Ephedrine, a long time was considered the safest drug for both mother and fetus during the
treatment of hypotension in Caesarean section. However, recent evidence shows that contrary
to what was thought, ephedrine appears to increase fetal metabolism, decreasing the pH and
excess base.
Recently, phenylephrine has been used in the treatment of hypotension during cesarean
delivery with better results in relation to acid-base parameters in umbilical cord blood.
However, few data are available on the use of phenylephrine in high-risk pregnancy, the
majority of studies in healthy pregnant women for elective caesarean section.

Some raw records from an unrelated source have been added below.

"""Acceptance catalogue of configs that are not in tests/test_config.py.

Written as a careless and as a hostile new user would write them. Every bad
config must make `sweep check` and `sweep run` exit with status 2 and one
line on stderr that names the file and the field (and says what to do), with
no traceback, nothing on stdout and nothing written. The good-but-unusual
configs cover the syntax variants of DESIGN section 2 one by one.
"""
from __future__ import annotations

import ast
import json
import math
import operator
import os
import warnings
from pathlib import Path

import numpy as np
import pytest
from hypothesis import HealthCheck, assume, given, settings
from hypothesis import strategies as st

from sweep import cli
from sweep.config import load_config, parse_config
from sweep.errors import ExpressionError, InputError
from sweep.expressions import evaluate, parse
from sweep.loop import assemble

BASE = """
title = "Kiln damper loop"
[parameters]
a = { nominal = 2.0, tol = "10%" }
b = { nominal = 3.0, low = 2.5, high = 3.5, units = "s" }
[plant]
transfer = "1/(s*(s + a)*(b*s + 1))"
"""
T = 'transfer = "1/(s*(s + a)*(b*s + 1))"'


def _swap(old: str, new: str) -> str:
    assert old in BASE, old
    return BASE.replace(old, new)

Although little scientific evidence regarding the use of metaraminol for treatment of
hypotension in Caesarean section, recent study demonstrated superiority of this drug compared
to ephedrine, checking a lower incidence of neonatal acidosis and better control of blood
pressure. The researchers also found differences in blood gases from the umbilical cord
between the ephedrine and metaraminol groups larger than those already found in previous
studies comparing ephedrine and phenylephrine.
The pathophysiological changes in patients with pre-eclampsia can lead to intrauterine growth
restriction with chronic fetal distress, due to the limited uteroplacental flow, which, in
certain situations, may be reduced by 50% to 70%. Added to this, spinal anesthesia may cause
sudden hypotension and fetal acidosis more often, even in elective operations, compared to
epidural or general anesthesia, and that these changes may not have clinical significance in
healthy fetuses at term, but may be critical in situations where arterial insufficiency
uteroplacental and fetal distress already to present. It is believed, therefore, important
that treat or prevent hypotension in patients with severe preeclampsia under spinal
anesthesia.
Prevention of hypotension in patients with severe preeclampsia does not require large amounts
of intravenous fluids, but careful prophylaxis of postural hypotensive syndrome. Despite the
care, if hypotension occurs, aggressive treatment is mandatory in these patients and fast in
order to avoid worsening fetal distress and neonatal depression. Such patients are more
sensitive to vasopressors, therefore, small doses should be administered.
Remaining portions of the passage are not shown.